Some new trade groups, such as the Security Association for the Maritime Industry (SAMI) set up last year, are seeking to establish a self-regulatory code of conduct.

There are also legal complications in port. On the high seas the vessel is under the jurisdiction of the flag state in which it is registered. But a docked ship falls under the law of the port’s state and many countries prohibit armed guards. To avoid trouble while a ship is docked, guards lock their weapons in the vessel's safe. 

More from GlobalPost: Somali piracy has staggering cost

In 2011 the number of flag states permitting the use of armed guards grew. Now more than a dozen countries, including the US, allow private armed security aboard their vessels. Others, such as France, deploy their own marines on nationally flagged vessels.

The use of armed guards is also endorsed by trade bodies like the International Maritime Organization (IMO) and the International Transport Workers’ Federation (ITWF). 

Maritime protection firms are not alone in the security sector in benefitting from the piracy windfall.

Nairobi is home to many private security companies, often set up by British former Special Forces operatives and staffed by a mixture of ex-diplomats, ex-soldiers, ex-spooks and other toughs. These companies focus on hostage negotiations and money-drops.

They are highly secretive but in May last year one of them, the Nairobi-based Salama Fikira, found itself under scrutiny after one of its teams was arrested at Mogadishu airport while carrying $3.6 million in ransom cash to pay for the release of two vessels, one Egyptian and one Chinese.

The six men — three Britons, an American and a Kenyan — were sentenced to between 10 and 15 years each, but were released five weeks later after paying $100,000 in fines and having their bags of money confiscated.

Salama Fikira is a fairly typical outfit: Founded in 2005, it is based in Kenya and the Indian Ocean island of Mauritius.

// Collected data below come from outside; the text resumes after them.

import {
  BarElement,
  CategoryScale,
  Chart,
  Legend,
  LinearScale,
  LineElement,
  PointElement,
  Title,
  Tooltip,
  type Plugin,
} from 'chart.js'
import { onBeforeUnmount, onMounted } from 'vue'

// Only the pieces the audit's charts draw; vue-chartjs registers the bar and line controllers
// itself. Registering twice is harmless, so every chart component may import this module.
Chart.register(
  BarElement,
  CategoryScale,
  LinearScale,
  LineElement,
  PointElement,
  Title,
  Tooltip,
  Legend,
)

/** The brand's direction colours (the same as `--tf-forward` and `--tf-backward` in base.css). */
export const chartColours = {
  forward: '#2f7d6d',
  backward: '#b5622d',
  lag: '#1d4e5f',
  ratio: '#2f7d6d',
  grid: '#d9e0de',
  ink: '#1c2a30',
}

/**
 * A colour with white diagonal stripes, so that the backward bars differ from the forward ones
 * by pattern as well as by colour (for colour-blind readers and grey-scale prints). Without a
 * 2D canvas (tests) the plain colour is used.
 */
export function hatched(colour: string): string | CanvasPattern {
  if (typeof document === 'undefined') return colour
  const tile = document.createElement('canvas')
  tile.width = 8
  tile.height = 8
  const ctx = tile.getContext?.('2d')
  if (!ctx) return colour
  ctx.fillStyle = colour
  ctx.fillRect(0, 0, 8, 8)
  ctx.strokeStyle = 'rgba(255, 255, 255, 0.7)'
  ctx.lineWidth = 2
  ctx.beginPath()
  ctx.moveTo(0, 8)
  ctx.lineTo(8, 0)
  ctx.moveTo(-2, 2)
  ctx.lineTo(2, -2)
  ctx.moveTo(6, 10)
  ctx.lineTo(10, 6)
  ctx.stroke()
  return ctx.createPattern(tile, 'repeat') ?? colour
}

/**
 * Paints a white background under the chart: a PNG saved from the canvas is otherwise
 * transparent and shows black in some image viewers and slides.
 */
export const whiteBackground: Plugin = {
  id: 'tfWhiteBackground',
  beforeDraw(chart) {
    const { ctx } = chart
    ctx.save()
    ctx.globalCompositeOperation = 'destination-over'
    ctx.fillStyle = '#ffffff'
    ctx.fillRect(0, 0, chart.width, chart.height)
    ctx.restore()
  },
}

// The width of a printed page's content in CSS pixels: A4 less the report's 14 mm margins
// (Letter is a little wider). The print stylesheet scales a chart down if the paper is narrower.
const printWidth = 680

/**
 * Redraws every chart at the printed page's width before printing and at its box's size
 * afterwards. Chart.js draws for the screen, and the browser lays the page out for paper only
 * after `beforeprint`: a chart drawn 1200 pixels wide would be shrunk onto the page, its text
 * too small to read, so the width is given explicitly and the height kept.
 */
export function useChartsResizeForPrint() {
  const forPrint = () => {
    for (const chart of Object.values(Chart.instances)) {
      const height = chart.canvas.parentElement?.clientHeight || chart.height
      chart.resize(printWidth, height)
    }
  }
  const forScreen = () => {
    for (const chart of Object.values(Chart.instances)) chart.resize()
  }
  onMounted(() => {
    window.addEventListener('beforeprint', forPrint)
    window.addEventListener('afterprint', forScreen)
  })
  onBeforeUnmount(() => {
    window.removeEventListener('beforeprint', forPrint)
    window.removeEventListener('afterprint', forScreen)
  })
}
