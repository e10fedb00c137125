import { NTag, type DataTableColumns } from 'naive-ui'
import { h } from 'vue'
import { RouterLink } from 'vue-router'
import type { AuditSummary } from '@shared/schemas/audits'
import { compareLags, formatPercent, formatRatio, formatTimestamp, hashPrefix } from './auditFormat'

// Table cells are rendered outside any scoped style, hence inline.
const muted = 'color: var(--tf-muted)'

/** The list of audits, newest first as the server sends them; each row opens its report. */
export function auditColumns(): DataTableColumns<AuditSummary> {
  return [
    {
      title: 'Scope',
      key: 'scopeName',
      minWidth: 160,
      render: (a) =>
        h(RouterLink, { to: { name: 'audit', params: { id: a.id } } }, () =>
          // the server names a squad's audit by the squad, the club's as "Whole club"
          a.squadId === null ? 'Whole club' : `Squad: ${a.scopeName}`,
        ),
    },
    { title: 'As of', key: 'asOf', width: 110, sorter: (a, b) => a.asOf.localeCompare(b.asOf) },
    {
      title: 'Created',
      key: 'createdAt',
      width: 150,
      render: (a) =>
        a.rerun
          ? h('span', [
              formatTimestamp(a.createdAt),
              ' ',
              h(
                NTag,
                { size: 'small', title: 'Another audit of this scope and date was run before' },
                () => 'Re-run',
              ),
            ])
          : formatTimestamp(a.createdAt),
    },
    {
      title: 'Published',
      key: 'publishedAt',
      width: 130,
      render: (a) =>
        a.publishedAt === null
          ? h('span', { style: muted }, 'Not published')
          : h(NTag, { size: 'small', type: 'success' }, () => a.publishedAt!.slice(0, 10)),
    },
    {
      title: 'Athletes',
      key: 'athleteCount',
      width: 90,
      align: 'right',
    },
    {
      title: 'Front-lag',
      key: 'clubFrontLag',
      width: 100,
      align: 'right',
      sorter: (a, b) => compareLags(a.clubFrontLag, b.clubFrontLag),
      render: (a) => formatPercent(a.clubFrontLag),
    },
    {
      title: 'Balance ratio',
      key: 'balanceRatio',
      width: 115,
      align: 'right',
      render: (a) => formatRatio(a.balanceRatio),
    },
    {
      title: 'Inputs hash',
      key: 'inputHash',
      width: 130,
      render: (a) => h('code', { title: a.inputHash }, hashPrefix(a.inputHash)),
    },
  ]
}
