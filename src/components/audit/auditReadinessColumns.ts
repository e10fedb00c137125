import { NTag, type DataTableColumns } from 'naive-ui'
import { h } from 'vue'
import type { ReadinessRow, RequirementStatus } from '@shared/domain/audit/types'
import { categoryLabels } from './auditFormat'

export interface AuditReadinessColumnContext {
  athleteName: (athleteId: string) => string
  squadName: (squadId: string) => string
}

const muted = 'color: var(--tf-muted)'

function forecastCell(r: RequirementStatus) {
  if (r.noMatchingElement) {
    return h('span', { style: muted }, 'no element in the catalogue meets it')
  }
  if (r.forecastOn === null) return h('span', 'no forecast at the current pace')
  // The verdict is a word as well as a colour.
  const verdict = r.onTime
    ? h(NTag, { size: 'small', type: 'success' }, () => 'on time')
    : h(NTag, { size: 'small', type: 'error' }, () => 'late')
  return h('span', [`forecast ${r.forecastOn} `, verdict])
}

function requirementsCell(row: ReadinessRow) {
  if (row.profileId === null) {
    return h('span', { style: muted }, 'No requirement profile for this category.')
  }
  const missing = row.requirements.filter((r) => !r.met)
  const met = row.requirements.length - missing.length
  const summary = h('div', { style: muted }, `${met} of ${row.requirements.length} met`)
  if (missing.length === 0) return summary
  return h('div', [
    summary,
    h(
      'ul',
      { style: 'margin: 0.25rem 0 0; padding-left: 1.1rem' },
      missing.map((r) =>
        h('li', { key: r.requirementId, title: r.source }, [
          h('strong', r.label),
          r.elementName
            ? h(
                'span',
                { style: muted },
                ` — nearest: ${r.elementName}, ${r.stepsNeeded} ${r.stepsNeeded === 1 ? 'step' : 'steps'} to go`,
              )
            : null,
          h('br'),
          forecastCell(r),
        ]),
      ),
    ),
  ])
}

/** Athletes changing age category within the horizon, against the next category's profile. */
export function auditReadinessColumns(
  context: AuditReadinessColumnContext,
): DataTableColumns<ReadinessRow> {
  return [
    {
      title: 'Athlete',
      key: 'athleteId',
      minWidth: 150,
      render: (r) => context.athleteName(r.athleteId),
    },
    {
      title: 'Squad',
      key: 'squadId',
      minWidth: 120,
      render: (r) => context.squadName(r.squadId),
    },
    {
      title: 'Category',
      key: 'to',
      width: 160,
      render: (r) => `${categoryLabels[r.from]} → ${categoryLabels[r.to]}`,
    },
    { title: 'Starts on', key: 'startsOn', width: 110 },
    {
      title: () =>
        h('abbr', { title: 'Progression steps per 30 days over the last 180 days' }, 'Pace'),
      key: 'pace',
      width: 90,
      align: 'right',
      render: (r) => r.pace.toFixed(1),
    },
    {
      title: 'Missing requirements and forecasts',
      key: 'requirements',
      minWidth: 320,
      render: requirementsCell,
    },
  ]
}
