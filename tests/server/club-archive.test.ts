import { and, count, eq } from 'drizzle-orm'
import pino from 'pino'
import type TestAgent from 'supertest/lib/agent.js'
import { afterAll, beforeAll, describe, expect, it } from 'vitest'
import { purgeExpired } from '../../server/auth/purge.ts'
import { plannerStations, sessionPlans } from '../../server/db/schema-planner.ts'
import type { Database } from '../../server/db/client.ts'
import {
  invitationTokens,
  passwordResets,
  sessions,
  users,
} from '../../server/db/schema-accounts.ts'
import { progressEvents } from '../../server/db/schema-athletes.ts'
import { clubArchiveFiles, clubArchives } from '../../server/db/schema-audits.ts'
import { buildClubArchive, type ArchiveProgress } from '../../server/services/archive-zip.ts'
import { processClubArchive } from '../../server/services/club-archives.ts'
import {
  archivePhases,
  archiveManifestSchema,
  type ArchiveManifest,
  type ClubArchiveJob,
} from '../../shared/schemas/archives.ts'
import {
  archiveClub,
  csvRows,
  downloadArchive,
  formulaNote,
  makeArchive,
  sha256,
} from '../support/archive-club.ts'
import { tablesWithClubId } from '../support/catalog.ts'
import { freshDatabase } from '../support/database.ts'
import { testApp, type TestApp } from '../support/app.ts'
import { signedIn } from '../support/fixtures.ts'
import { readZip } from '../support/zip.ts'

/** Each club table and the file of the archive that holds its rows, one row each. */
const archivedIn: Record<string, string> = {
  memberships: 'members.csv',
  squads: 'squads.csv',
  coach_squads: 'coach-assignments.csv',
  athletes: 'athletes.csv',
  elements: 'elements.csv',
  element_steps: 'progression-steps.csv',
  element_step_maps: 'progression-step-maps.csv',
  element_prerequisites: 'prerequisites.csv',
  progression_templates: 'progression-templates.json',
  progress_events: 'progress-events.csv',
  progress_records: 'progress-records.csv',
  requirement_profiles: 'requirement-profiles.json',
  age_thresholds: 'age-thresholds.csv',
  audits: 'audits.csv',
  visits: 'visits.csv',
  visit_squads: 'visit-squads.csv',
  recommendations: 'recommendations.csv',
  recommendation_events: 'recommendation-history.csv',
  clips: 'clips.csv',
  clip_reviews: 'clip-reviews.csv',
  planner_stations: 'planner-stations.csv',
  session_plans: 'session-plans.json',
}
/** Tables with club_id whose rows the archive leaves out, with the reason. */
const leftOut: Record<string, string> = {
  sessions: 'sign-in sessions: secrets, and club_id only names the club last worked in',
  invitations: 'access on its way to someone, not yet the club’s; it ends with the club',
  invitation_tokens: 'the secret links of invitations',
  audit_runs: 'requests for audits; the audits themselves are in the archive',
  club_archives: 'the archives themselves',
  club_archive_files: 'the archives themselves',
  report_pdfs: 'PDF reports drawn for one person for an hour; the audits are in the archive',
  report_pdf_files: 'PDF reports drawn for one person for an hour; the audits are in the archive',
}

// A small club with known data and a second club (tests/support/archive-club.ts).

let database: Database
let t: TestApp
let c: Awaited<ReturnType<typeof archiveClub>>
let fx: (typeof c)['fx']
let director: TestAgent
let base: string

One founder is Kenyan-born Conrad Thorpe who served in both the Royal Marines and Special Boat Service (SBS). Co-director Rob Andrew served in the Special Air Service (SAS).

The risks of such security firms might be high, but so are the rewards. Industry estimates put a figure of $1 million as the security company’s takeaway for a successful money drop.

More from GlobalPost: Two kidnapped in pirate attack off Nigerian coast

Other private companies are working on a longer term solution. Nairobi-based Halliday Finch, run by a former British military officer, has struck a deal with Somalia's Transitional Federal Government in Mogadishu to rebuild its defunct coastguard.

The company has a five-year plan to train and arm a 1,500-man force to be deployed along Somalia’s coast. The coastguard will seek to discourage pirates from setting sail as well and to stop smugglers and illegal foreign fishing, that Somalia's prime minister cites as a key cause of the piracy.

“There are a lot of counter-piracy initiatives underway but they are all operating on the periphery,” said Col John Steed, a former British officer and military advisor to the UN on Somalia who now works at Halliday Finch. The UN Office on Drugs and Crime builds prisons and funds trials while the foreign navies patrol the seas, he said, “But there’s nothing at the center. We will be that core.”